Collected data
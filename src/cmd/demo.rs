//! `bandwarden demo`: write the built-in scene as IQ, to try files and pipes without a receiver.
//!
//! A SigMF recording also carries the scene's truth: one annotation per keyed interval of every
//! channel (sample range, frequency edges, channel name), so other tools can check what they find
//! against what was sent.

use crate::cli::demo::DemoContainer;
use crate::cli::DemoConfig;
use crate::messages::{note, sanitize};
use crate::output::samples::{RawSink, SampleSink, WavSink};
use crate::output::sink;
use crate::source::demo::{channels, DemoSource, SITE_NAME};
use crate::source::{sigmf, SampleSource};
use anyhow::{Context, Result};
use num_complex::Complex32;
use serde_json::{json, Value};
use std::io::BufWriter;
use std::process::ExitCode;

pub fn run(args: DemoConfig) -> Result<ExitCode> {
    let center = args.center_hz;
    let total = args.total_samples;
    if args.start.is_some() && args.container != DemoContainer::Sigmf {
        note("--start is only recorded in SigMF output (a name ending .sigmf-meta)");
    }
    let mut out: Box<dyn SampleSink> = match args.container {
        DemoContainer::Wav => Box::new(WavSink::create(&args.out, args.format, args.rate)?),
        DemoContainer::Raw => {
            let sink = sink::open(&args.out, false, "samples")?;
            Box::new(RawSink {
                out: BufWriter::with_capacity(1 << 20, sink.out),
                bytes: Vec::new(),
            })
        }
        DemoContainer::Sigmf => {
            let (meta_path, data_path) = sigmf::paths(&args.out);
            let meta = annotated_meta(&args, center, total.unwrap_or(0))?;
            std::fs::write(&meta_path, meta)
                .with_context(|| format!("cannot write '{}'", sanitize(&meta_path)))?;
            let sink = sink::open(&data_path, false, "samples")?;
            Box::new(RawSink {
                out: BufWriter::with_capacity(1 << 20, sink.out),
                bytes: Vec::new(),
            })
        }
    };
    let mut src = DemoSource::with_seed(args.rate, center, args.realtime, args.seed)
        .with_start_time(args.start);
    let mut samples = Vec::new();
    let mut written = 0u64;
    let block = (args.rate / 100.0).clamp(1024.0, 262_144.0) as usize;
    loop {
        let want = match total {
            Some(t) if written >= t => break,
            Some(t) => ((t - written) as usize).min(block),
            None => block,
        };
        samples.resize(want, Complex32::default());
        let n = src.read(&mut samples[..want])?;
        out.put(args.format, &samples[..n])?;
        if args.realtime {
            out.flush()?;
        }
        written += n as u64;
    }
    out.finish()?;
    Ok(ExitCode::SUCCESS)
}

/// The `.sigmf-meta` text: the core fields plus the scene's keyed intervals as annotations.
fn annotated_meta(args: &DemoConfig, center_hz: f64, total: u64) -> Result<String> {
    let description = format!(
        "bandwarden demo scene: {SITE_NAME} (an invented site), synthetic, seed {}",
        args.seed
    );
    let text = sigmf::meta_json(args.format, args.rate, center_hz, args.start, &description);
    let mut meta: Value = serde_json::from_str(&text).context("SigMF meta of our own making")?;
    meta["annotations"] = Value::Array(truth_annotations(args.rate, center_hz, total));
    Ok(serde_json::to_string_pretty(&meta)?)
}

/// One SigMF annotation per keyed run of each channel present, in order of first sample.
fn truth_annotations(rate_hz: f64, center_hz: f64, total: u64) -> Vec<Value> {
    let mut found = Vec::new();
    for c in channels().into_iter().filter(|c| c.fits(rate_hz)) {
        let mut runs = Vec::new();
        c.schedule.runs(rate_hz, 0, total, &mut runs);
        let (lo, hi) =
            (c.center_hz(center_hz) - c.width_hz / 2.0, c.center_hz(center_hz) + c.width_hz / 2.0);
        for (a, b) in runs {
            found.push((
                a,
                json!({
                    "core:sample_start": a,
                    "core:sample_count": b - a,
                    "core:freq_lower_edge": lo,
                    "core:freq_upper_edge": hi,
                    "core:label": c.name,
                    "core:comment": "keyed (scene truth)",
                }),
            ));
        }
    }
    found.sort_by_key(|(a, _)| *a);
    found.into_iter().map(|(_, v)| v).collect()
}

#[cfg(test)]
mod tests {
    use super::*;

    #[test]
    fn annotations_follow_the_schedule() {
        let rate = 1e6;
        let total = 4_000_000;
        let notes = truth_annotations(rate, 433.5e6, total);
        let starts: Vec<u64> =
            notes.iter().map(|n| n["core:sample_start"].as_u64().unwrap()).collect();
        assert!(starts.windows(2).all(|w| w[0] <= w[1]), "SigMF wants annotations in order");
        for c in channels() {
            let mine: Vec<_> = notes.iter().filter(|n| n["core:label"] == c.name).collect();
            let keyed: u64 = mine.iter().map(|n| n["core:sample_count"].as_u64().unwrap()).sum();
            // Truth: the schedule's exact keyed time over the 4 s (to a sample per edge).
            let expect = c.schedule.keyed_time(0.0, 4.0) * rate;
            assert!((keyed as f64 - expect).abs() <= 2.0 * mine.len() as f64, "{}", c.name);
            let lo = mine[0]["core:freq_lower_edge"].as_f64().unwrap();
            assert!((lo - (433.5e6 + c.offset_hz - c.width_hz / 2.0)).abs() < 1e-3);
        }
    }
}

**ABOUT THIS TASK:**
Quote in full each line from the top of the records above through the line with "if args.start.is_some() &&"; stop after that line.

**OUTPUT BELOW:**
filename src/cmd/demo.rs
//! `bandwarden demo`: write the built-in scene as IQ, to try files and pipes without a receiver.
//!
//! A SigMF recording also carries the scene's truth: one annotation per keyed interval of every
//! channel (sample range, frequency edges, channel name), so other tools can check what they find
//! against what was sent.

use crate::cli::demo::DemoContainer;
use crate::cli::DemoConfig;
use crate::messages::{note, sanitize};
use crate::output::samples::{RawSink, SampleSink, WavSink};
use crate::output::sink;
use crate::source::demo::{channels, DemoSource, SITE_NAME};
use crate::source::{sigmf, SampleSource};
use anyhow::{Context, Result};
use num_complex::Complex32;
use serde_json::{json, Value};
use std::io::BufWriter;
use std::process::ExitCode;

pub fn run(args: DemoConfig) -> Result<ExitCode> {
    let center = args.center_hz;
    let total = args.total_samples;
    if args.start.is_some() && args.container != DemoContainer::Sigmf {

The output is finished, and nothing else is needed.